I write a Function Pass as following:
bool EscapeAnalysis::runOnFunction(Function& F) {
EscapePoints.clear();
TargetData& TD = getAnalysis<TargetData>();
AliasAnalysis& AA = getAnalysis<AliasAnalysis>();
Module* M = F.getParent();
// errs() << *M << "\n";
// Walk through all instructions in the function, identifying those that
// may allow their inputs to escape.
for(inst_iterator II = inst_begin(F), IE = inst_end(F); II != IE; ++II) {
Instruction* I = &*II;
// The most obvious case is stores. Any store that may write to global
// memory or to a function argument potentially allows its input to escape.

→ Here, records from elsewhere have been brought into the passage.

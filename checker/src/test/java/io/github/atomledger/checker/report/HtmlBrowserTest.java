package io.github.atomledger.checker.report;

import static org.assertj.core.api.Assertions.assertThat;
import static org.junit.jupiter.api.Assumptions.assumeTrue;

import io.github.atomledger.checker.SharedData;
import io.github.atomledger.checker.engine.Engine;
import io.github.atomledger.checker.engine.RunConfig;
import io.github.atomledger.checker.engine.RunListener;
import io.github.atomledger.checker.engine.RunResult;

import java.awt.image.BufferedImage;
import java.io.File;
import java.io.IOException;
import java.nio.charset.StandardCharsets;
import java.nio.file.Files;
import java.nio.file.Path;
import java.util.ArrayList;
import java.util.List;
import java.util.concurrent.TimeUnit;
import javax.imageio.ImageIO;
import org.junit.jupiter.api.BeforeAll;
import org.junit.jupiter.api.Test;

/**
 * Opens the demo's HTML report in a real browser: headless Chromium (Debian's {@code chromium},
 * which {@code .ci/run} installs when missing), offline, with a fresh profile. Checks the DOM the
 * browser built (summary cards, one card per reaction, the pictures) and the screenshot (the
 * drawings' Okabe–Ito colours are on screen). Skips with a message where Chromium cannot run.
 */
class HtmlBrowserTest {

    static final Path OUT = Path.of("target", "browser");
    static String chromium;
    static Path page;

    @BeforeAll
    static void writeReport() throws Exception {
        chromium = findChromium();
        assumeTrue(chromium != null, "chromium is not installed (Debian package 'chromium'); skipping the browser test");
        Files.createDirectories(OUT);
        new HtmlReporter().write(DemoReports.runMapped(), OUT);
        page = OUT.resolve("report.html").toAbsolutePath();
    }

    private static String findChromium() {
        String path = System.getenv("PATH");
        for (String dir : (path == null ? "" : path).split(File.pathSeparator)) {
            for (String name : new String[] {"chromium", "chromium-browser"}) {
                File f = new File(dir, name);
                if (f.canExecute()) {
                    return f.getAbsolutePath();
                }
            }
        }
        return null;
    }

    /** Runs Chromium with the given extra flags; returns stdout, or skips when it cannot run. */
    private static String browse(String... extra) throws IOException, InterruptedException {
        return browse(page, extra);
    }

    private static String browse(Path target, String... extra) throws IOException, InterruptedException {
        Path profile = Files.createTempDirectory("atomledger-chromium-");
        List<String> cmd = new ArrayList<>(List.of(chromium, "--headless", "--no-sandbox", "--disable-gpu",
                "--disable-quic", "--no-first-run", "--disable-background-networking", "--disable-component-update",
                "--disable-sync", "--user-data-dir=" + profile));
        cmd.addAll(List.of(extra));
        cmd.add(target.toUri().toString());
        Path stdout = Files.createTempFile(OUT.toAbsolutePath(), "chromium", ".out");
        Process p = new ProcessBuilder(cmd).redirectErrorStream(false).redirectOutput(stdout.toFile())
                .redirectError(ProcessBuilder.Redirect.DISCARD).start();
        boolean done = p.waitFor(180, TimeUnit.SECONDS);
        if (!done) {
            p.destroyForcibly();
        }
        assumeTrue(done && p.exitValue() == 0, "chromium could not render the page (exit "
                + (done ? p.exitValue() : "timeout") + "); skipping the browser test");
        String out = Files.readString(stdout, StandardCharsets.UTF_8);
        Files.deleteIfExists(stdout);
        return out;
    }

    @Test
    void browserBuildsTheSummaryTheReactionCardsAndThePictures() throws Exception {
        String dom = browse("--dump-dom");
        assumeTrue(!dom.isBlank(), "chromium printed no DOM; skipping the browser test");
        assertThat(dom).contains("AtomLedger report").contains("reactions by class").contains("findings by severity")
                .contains("atom maps");
        assertThat(count(dom, "<article")).isEqualTo(64);
        assertThat(count(dom, "<div class=\"pic\" role=\"img\"")).isGreaterThanOrEqualTo(20);
        assertThat(dom).contains("R_FBA").contains("fructose-bisphosphate aldolase");
    }

    @Test
    void browserBuildsThePathwaySectionWithItsStepsAndFates() throws Exception {
        // Issue #14: a section per pathway with its steps drawn in order beside a table of fates.
        String dom = browse("--dump-dom");
        assumeTrue(!dom.isBlank(), "chromium printed no DOM; skipping the browser test");
        assertThat(dom).contains("Carbon traces").contains("Pathway leucine").contains("Pathway phenylalanine")
                .contains("Where label can go");
        int start = dom.indexOf("<section class=\"traces\"");
        String traces = dom.substring(start, dom.indexOf("</section>", start));
        assertThat(count(traces, "<details class=\"pathway")).isEqualTo(5);
        assertThat(count(traces, "<table class=\"fates\"")).isEqualTo(5);
        assertThat(count(traces, "<figure class=\"tpic\"")).isGreaterThanOrEqualTo(25);
        assertThat(count(traces, "<svg")).isEqualTo(count(traces, "<figure class=\"tpic\""));
        assertThat(traces).contains("holds").doesNotContain("differs").doesNotContain("Not drawn: the drawing");
        assertThat(traces.indexOf("R_LEUTA")).isLessThan(traces.indexOf("R_BCKDH")).isLessThan(traces.indexOf("R_HMGCL"));
    }

    @Test
    void screenshotShowsTheCarbonColours() throws Exception {
        Path png = OUT.resolve("report.png").toAbsolutePath();
        Files.deleteIfExists(png);
        browse("--screenshot=" + png, "--window-size=1280,1600", "--hide-scrollbars");
        assumeTrue(Files.isRegularFile(png), "chromium wrote no screenshot; skipping");
        BufferedImage img = ImageIO.read(png.toFile());
        assertThat(img.getWidth()).isEqualTo(1280);
        // Okabe–Ito orange (#E69F00) and sky blue (#56B4E9) glows of the first reactant carbons
        assertThat(pixelsNear(img, 0xE6, 0x9F, 0x00)).isGreaterThan(200);
        assertThat(pixelsNear(img, 0x56, 0xB4, 0xE9)).isGreaterThan(200);
    }

    @Test
    void filtersOfferOnlyWhatOccursAndHideCards() throws Exception {
        // The demo has no error (its one warning is the dioxygenase's mapping.review): no error filter is
        // offered (issue #13). With the rule filter balance.exempt chosen, only exchange cards remain
        // (never drawn), and the pathways fold away.
        String html = Files.readString(page);
        assertThat(html).doesNotContain("id=\"sev-error\"").contains("id=\"sev-warning\"").contains("id=\"sev-info\"");
        html = html.replace("id=\"rule-all\" class=\"radio\" checked=\"checked\"", "id=\"rule-all\" class=\"radio\"")
                .replace("id=\"rule-balance_exempt\" class=\"radio\"", "id=\"rule-balance_exempt\" class=\"radio\" checked=\"checked\"");
        assertThat(html).contains("id=\"rule-balance_exempt\" class=\"radio\" checked=\"checked\"");
        Path filtered = OUT.resolve("filtered.html").toAbsolutePath();
        Files.writeString(filtered, html);
        Path png = OUT.resolve("filtered.png").toAbsolutePath();
        Files.deleteIfExists(png);
        browse(filtered, "--screenshot=" + png, "--window-size=1280,1600", "--hide-scrollbars");
        assumeTrue(Files.isRegularFile(png), "chromium wrote no screenshot; skipping");
        BufferedImage img = ImageIO.read(png.toFile());
        // sky blue (#56B4E9) appears only in the drawings
        assertThat(pixelsNear(img, 0x56, 0xB4, 0xE9)).isZero();
    }

    // Issue #13: the first screen (1280 x 900) names what fails, before any reaction card.
    @Test
    void firstScreenOfThePlantedEcoliCoreNamesAtpsFormulaAsTheLikelyCause() throws Exception {
        Path model = SharedData.require("e_coli_core.xml");
        Path dir = OUT.resolve("ecoli");
        Files.createDirectories(dir);
        RunResult run = new Engine().run(RunConfig.defaults(model.getParent(), List.of(model.getFileName().toString())),
                RunListener.SILENT);
        new HtmlReporter().write(run, dir);
        List<String[]> probe = firstScreen(dir.resolve("report.html"));
        int height = Integer.parseInt(probe.get(0)[1]);
        String[] cause = probe.stream().filter(p -> p[0].equals("P")).findFirst().orElseThrow();
        assertThat(Integer.parseInt(cause[1])).isBetween(0, height - 40);
        assertThat(cause[2]).contains("ATP").contains("C30H12N5O13P3").contains("C10H12N5O13P3");
        String[] fails = probe.stream().filter(p -> p[0].equals("H2") && p[2].contains("fail the build")).findFirst().orElseThrow();
        assertThat(fails[2]).startsWith("12 errors fail the build");
        assertThat(Integer.parseInt(fails[1])).isBetween(0, height - 40);
        String[] firstCard = probe.stream().filter(p -> p[0].equals("ARTICLE")).findFirst().orElseThrow();
        assertThat(Integer.parseInt(firstCard[1])).isGreaterThan(Integer.parseInt(fails[1]));
    }

    @Test
    void firstScreenOfTheDemoSaysNothingFails() throws Exception {
        List<String[]> probe = firstScreen(page);
        int height = Integer.parseInt(probe.get(0)[1]);
        String[] verdict = probe.stream().filter(p -> p[0].equals("H2")).findFirst().orElseThrow();
        assertThat(verdict[2]).isEqualTo("Nothing fails the build");
        assertThat(Integer.parseInt(verdict[1])).isBetween(0, height);
    }

    /**
     * Opens a copy of the page with a probe script (the report itself has none) and returns, for the
     * overview's headings and causes and the first reaction cards, tag, top in CSS pixels and text;
     * the first entry is the viewport height.
     */
    private static List<String[]> firstScreen(Path html) throws Exception {
        String probe = "<script>(function(){var r=['VH|'+window.innerHeight+'|'];"
                + "document.querySelectorAll('section.overview h2, section.overview p.cause, article.rxn').forEach("
                + "function(e,i){if(i<30){r.push(e.tagName+'|'+Math.round(e.getBoundingClientRect().top)+'|'"
                + "+e.textContent.replace(/\\s+/g,' ').trim().slice(0,600));}});"
                + "var p=document.createElement('pre');p.id='probe';p.textContent=r.join('\\n');"
                + "document.body.appendChild(p);})();</script>";
        Path probed = html.resolveSibling("probed-" + html.getFileName());
        Files.writeString(probed, Files.readString(html).replace("</body>", probe + "</body>"));
        String dom = browse(probed.toAbsolutePath(), "--dump-dom", "--window-size=1280,900");
        int start = dom.indexOf("<pre id=\"probe\">");
        assumeTrue(start >= 0, "chromium ran no script; skipping");
        String text = dom.substring(start + "<pre id=\"probe\">".length(), dom.indexOf("</pre>", start))
                .replace("&amp;", "&").replace("&lt;", "<").replace("&gt;", ">").replace("&quot;", "\"");
        List<String[]> out = new ArrayList<>();
        for (String line : text.split("\n")) {
            out.add(line.split("\\|", 3));
        }
        return out;
    }

    private static int count(String text, String needle) {
        return text.split(java.util.regex.Pattern.quote(needle), -1).length - 1;
    }

    private static int pixelsNear(BufferedImage img, int r, int g, int b) {
        int n = 0;
        for (int y = 0; y < img.getHeight(); y++) {
            for (int x = 0; x < img.getWidth(); x++) {
                int rgb = img.getRGB(x, y);
                int dr = ((rgb >> 16) & 0xff) - r;
                int dg = ((rgb >> 8) & 0xff) - g;
                int db = (rgb & 0xff) - b;
                if (dr * dr + dg * dg + db * db < 300) {
                    n++;
                }
            }
        }
        return n;
    }
}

if (StoreInst* S = dyn_cast<StoreInst>(I)) {
Type* StoreType = S->getOperand(0)->getType();
unsigned StoreSize = TD.getTypeStoreSize(StoreType);
Value* Pointer = S->getPointerOperand();
bool inserted = false;
for (Function::arg_iterator AI = F.arg_begin(), AE = F.arg_end();
AI != AE; ++AI) {
if (!isa<PointerType>(AI->getType())) continue;
AliasAnalysis::AliasResult R = AA.alias(Pointer, StoreSize, AI, ~0UL);
if (R != AliasAnalysis::NoAlias) {
EscapePoints.insert(S);
inserted = true;
break;
}
}
if (inserted)
continue;
for (Module::global_iterator GI = M->global_begin(), GE = M->global_end();
GI != GE; ++GI) {
errs() << *GI << "\n";
AliasAnalysis::AliasResult R = AA.alias(Pointer, StoreSize, GI, ~0UL);
errs() << "R: " << R << " , NoAlias: " << AliasAnalysis::NoAlias << "\n";
if (R != AliasAnalysis::NoAlias) {
EscapePoints.insert(S);
break;
}
}
// Calls and invokes potentially allow their parameters to escape.
// FIXME: This can and should be refined. Intrinsics have known escape
// behavior, and alias analysis may be able to tell us more about callees.
} else if (isa<CallInst>(I) || isa<InvokeInst>(I)) {
EscapePoints.insert(I);
// Returns allow the return value to escape. This is mostly important
// for malloc to alloca promotion.
} else if (isa<ReturnInst>(I)) {
EscapePoints.insert(I);
// Branching on the value of a pointer may allow the value to escape through
// methods not discoverable via def-use chaining.
} else if(isa<BranchInst>(I) || isa<SwitchInst>(I)) {
EscapePoints.insert(I);
}
// FIXME: Are there any other possible escape points?
}
return false;
}
Test the main.cpp as following:
#include
using namespace std;
int X = 0;
int foo() {
X = 1;
int b = 1;
return 0;
}
int bar(int param) {
int y = X;
int z = 9;
int a = z;
++a;
return 0;
}
int main(int argc, char *argv[])
{
cout << "Hello world!" << endl;
return 0;
}
the global variable X is the shared variable between function bar and function foo.
But when I use the command as following to run the pass:
opt -load ./EscapeAnalysis.so -escape-analysis main.o | llc > main.ss
I get the result:
R: 1 , NoAlias: 0
all result are the same.
I print out the variables in escapePoint, find that variable a, z, y in function bar are in escapePoint. It is not right!
Note: I write a opt pass to test program.
Alias analysis is required if you want to identify when two different variables might point to the same memory. If you just want to check which variables are shared with other functions in the same module, you can:
Iterate over all instructions, and for each:
Iterate over all its operands, and for each:
Check whether it's a GlobalVariable (via isa, for instance), and if so:
Iterate over all the global's uses (via use_begin and use_end), and for each:
Check whether it's an Instruction, and if so:
Retrieve the enclosing function (via getParent()->getParent()), and for that function:
Check whether it is the currently-processed function. If not, it means you found a variable shared between the current function and another function.
There are also other ways of checking this, for example going over all the globals in the current module.